Dr. Buteyko’s Discovery

Russian scientist and medical doctor Konstantin Buteyko, in 1952, discovered that the real cause of asthma and other related diseases is a radical depletion of CO2 – carbon dioxide – in the lungs. This isn’t so strange when we learn that oxygen cannot be assimilated by cells without adequate amounts of CO2. There is only 0.03% carbon dioxide in the atmosphere today. Yet to absorb oxygen a healthy body requires about 6.5% carbon dioxide in the alveoli of the lungs. Therefore your lungs act to trap in some of the carbon dioxide produced by your body. Should the level of carbon dioxide in human lungs fall to 3%, it is fatal.

“Carbon dioxide is the basic nutrition of every life form of earth.

It acts as the main regulator of all functions in the organism;

it is the main internal environment of the organism; it is the vitamin of all vitamins.”

  • – KP Buteyko

According to Buteyko’s research, asthmatics and sufferers of other related conditions have adopted a breathing pattern which causes them to release more carbon dioxide than they produce. To prevent the level from dropping to far, the body has developed certain defence mechanisms. These include constriction of the bronchial muscles and increased production of mucus in the membranes of the breathing passages.
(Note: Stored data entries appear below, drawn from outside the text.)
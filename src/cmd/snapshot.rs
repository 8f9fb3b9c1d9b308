//! `bandwarden snapshot`: the whole input (or `--skip`/`--seconds` of it) as one picture.
//!
//! Rows are sized from the input's length so the picture gets about two rows per pixel row
//! (fewer, longer rows for a long file; 50 ms rows when the length is unknown, as on a pipe); the
//! accumulator averages them into at most twice the picture's height, so memory does not grow
//! with the input.

use crate::cli::SnapshotConfig;
use crate::messages::note;
use crate::output::picture::snapshot::{Snapshot, SnapshotPlan};
use crate::output::picture::waterfall::{
    draw_waterfall, ChannelBand, PictureSettings, WaterfallView,
};
use crate::output::progress::Progress;
use crate::output::sink;
use crate::pipeline::stop::Escalation;
use crate::pipeline::{open_input_stoppable, run_to_end, Run, RunSpec, StopSignals, TimeSource};
use crate::source::reader::ReaderOptions;
use crate::source::sanitize;
use anyhow::{bail, Result};
use std::io::Write;
use std::path::PathBuf;
use std::process::ExitCode;

/// Length of a row when the input's length is unknown.
const ROW_S_UNKNOWN: f64 = 0.05;

pub fn run(mut cfg: SnapshotConfig) -> Result<ExitCode> {
    let signals = StopSignals::install(false, Escalation::SecondSignalExits)?;
    let src = open_input_stoppable(&cfg.input, &signals)?;
    let info = src.info().clone();
    super::settle_calibration(&mut cfg.calibration, &info)?;
    let rate = info.sample_rate_hz;
    // A retuned input is one panorama (holes drawn as gaps); a grid too large is refused here.
    let (lo, hi) = crate::pipeline::stitch::span_of(&info, cfg.dsp.fft_size)?;
    if !cfg.plan.is_empty() {
        cfg.plan.check_span(lo, hi)?;
    }
    let mut inputs: Vec<PathBuf> = cfg.plan_path.iter().map(PathBuf::from).collect();
    inputs.extend(cfg.input.files());
    sink::refuse_overwrite(&cfg.out, "-o", &inputs)?;

    let skip = (cfg.skip_s * rate).round() as u64;
    let max_samples = cfg.seconds.map(|s| skip + (s * rate).round() as u64);
    let total = match (max_samples, info.total_samples) {
        (Some(m), Some(t)) => Some(m.min(t)),
        (m, t) => m.or(t),
    };
    let hop = cfg.dsp.hop() as f64;
    let row_samples = match total {
        Some(t) => t.saturating_sub(skip) as f64 / (2.0 * cfg.height as f64),
        None => ROW_S_UNKNOWN * rate,
    };
    let frames = ((row_samples / hop).round() as u64).max(1);
    let mut spec = RunSpec::new(info.clone(), cfg.dsp.engine(Some(frames)), cfg.dsp.threads);
    if cfg.input.start_time.is_some() {
        spec.time_source = TimeSource::Option;
    }
    spec.check_work()?;
    let mut snapshot = Snapshot::new(SnapshotPlan {
        skip_samples: skip,
        max_rows: 2 * cfg.height as usize,
        // Two columns per pixel at most: finer than the eye, so a column's grouping of bins
        // never moves a narrow signal by a visible amount.
        max_columns: 2 * cfg.width as usize,
        find_emissions: cfg.outline,
    });
    let mut progress = Progress::for_file(total, rate);
    let opts = ReaderOptions { max_samples, ..Default::default() };
    let outcome =
        run_to_end(src, opts, Run::new(spec, vec![&mut progress, &mut snapshot]), Some(&signals))?;
    outcome.conclude(&info.label)?;
    // One offset for the picture: the calibration's at the centre frequency.
    let ref_offset = cfg.calibration.as_ref().map(|c| c.offset_db(info.center_hz));
    let offset = ref_offset.unwrap_or(0.0);
    let unit = if ref_offset.is_some() { "dBm" } else { "dBFS" };
    let Some(got) = snapshot.collect(offset, unit) else {
        bail!(
            "no spectrum of '{}' to draw: the input (after --skip) is shorter than one FFT frame of {}; use a smaller --fft or --skip",
            sanitize(&info.label),
            cfg.dsp.fft_size
        );
    };
    let settings = PictureSettings {
        width: cfg.width,
        height: cfg.height,
        map: cfg.map,
        scale: cfg.scale,
        ref_offset_db: ref_offset,
        title: cfg.title.clone().unwrap_or_else(|| got.title()),
        footer: got.footer(),
        channels: cfg
            .plan
            .channels
            .iter()
            .map(|c| ChannelBand { name: c.name.clone(), low_hz: c.low_hz(), high_hz: c.high_hz() })
            .collect(),
        marks: got.marks.clone(),
        newest_at_top: false,
    };
    let bytes =
        draw_waterfall(&WaterfallView::of(&got.held), &got.timeline, &settings, cfg.format)?;
    let mut out = sink::open(&cfg.out, false, "picture")?.out;
    out.write_all(&bytes)?;
    out.flush()?;
    if outcome.end.reason.is_signal() {
        note(&format!(
            "stopped by {}; the picture shows the input up to then",
            signals.signal_name()
        ));
    }
    note(&format!(
        "wrote {} ({}×{} px, {} of input)",
        sanitize(&cfg.out),
        cfg.width,
        cfg.height,
        crate::output::picture::snapshot::format_duration(got.timeline.duration_s())
    ));
    Ok(ExitCode::SUCCESS)
}
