//! One module per subcommand; each turns a validated config into consumers and runs the
//! pipeline. No engine loop lives here.

pub mod calibrate;
pub mod census;
pub mod collect;
pub mod demo;
pub mod import;
pub mod log;
pub mod measure;
pub mod report;
pub mod snapshot;
pub mod watch;

use crate::measure::calibration::{from_stream, Calibration};
use crate::source::SourceInfo;

/// Settles the run's calibration once the source is open: the flags' one, else the stream's
/// own reference level (a VITA 49 context), and tells the user which was taken.
fn settle_calibration(given: &mut Option<Calibration>, info: &SourceInfo) -> anyhow::Result<()> {
    let (cal, note) = from_stream(given.take(), info.reference_level_dbm)?;
    *given = cal;
    if let Some(n) = note {
        crate::messages::note(&n);
    }
    Ok(())
}
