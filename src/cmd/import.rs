//! `bandwarden import`: store occupancy logs in a database ([`crate::store::write::import`]),
//! each record once, so `report --db` sums them with what `collect --db` stored.

use crate::cli::ImportConfig;
use crate::messages::{note, notes, sanitize};
use crate::store::write::{import, Batch, Writer};
use anyhow::{Context, Result};
use std::io::BufReader;
use std::process::ExitCode;
use std::time::{Duration, Instant};

pub fn run(cfg: ImportConfig) -> Result<ExitCode> {
    let db = crate::store::open(&cfg.db)?;
    // Large transactions: an import has no broker waiting for acknowledgements.
    let mut w = Writer::new(db, Batch { records: 20_000, age: Duration::from_secs(2) });
    let began = Instant::now();
    let (mut stored, mut duplicates, mut without_id) = (0, 0, 0);
    for path in &cfg.logs {
        let shown = sanitize(path);
        let got = if path == "-" {
            import(&mut w, "stdin", std::io::stdin().lock())
        } else {
            let file = std::fs::File::open(path)
                .with_context(|| format!("cannot open the log '{shown}'; check the path"))?;
            import(&mut w, path, BufReader::new(file))
        }
        .with_context(|| format!("cannot import the log '{shown}'"))?;
        notes(&got.notes);
        stored += got.stored;
        duplicates += got.duplicates;
        without_id += got.without_id;
    }
    let s = began.elapsed().as_secs_f64();
    note(&format!(
        "stored {stored} records in {} ({:.0} records/s); {duplicates} were there already",
        cfg.db.shown(),
        stored as f64 / s.max(1e-9)
    ));
    if without_id > 0 {
        note(&format!(
            "{without_id} lines were not records with a run and seq (written before records had ids?); not stored"
        ));
    }
    Ok(ExitCode::SUCCESS)
}
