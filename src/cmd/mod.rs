//! One module per subcommand; each turns validated arguments into a run.

pub mod demo;
pub mod log;
pub mod measure;
pub mod watch;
Signs of overbreathing are lightheadedness, dizziness, poor concentration, shortness of breath, over sensitivity of the airways, excessive production of mucus, blocked or runny nose, mouth breathing, palpitations, skipped heart beats, muscular spasms, different degrees of anxiety, tension, apprehension, fatigue, insomnia, abdominal bloating, loss of consciousness, and the list goes on!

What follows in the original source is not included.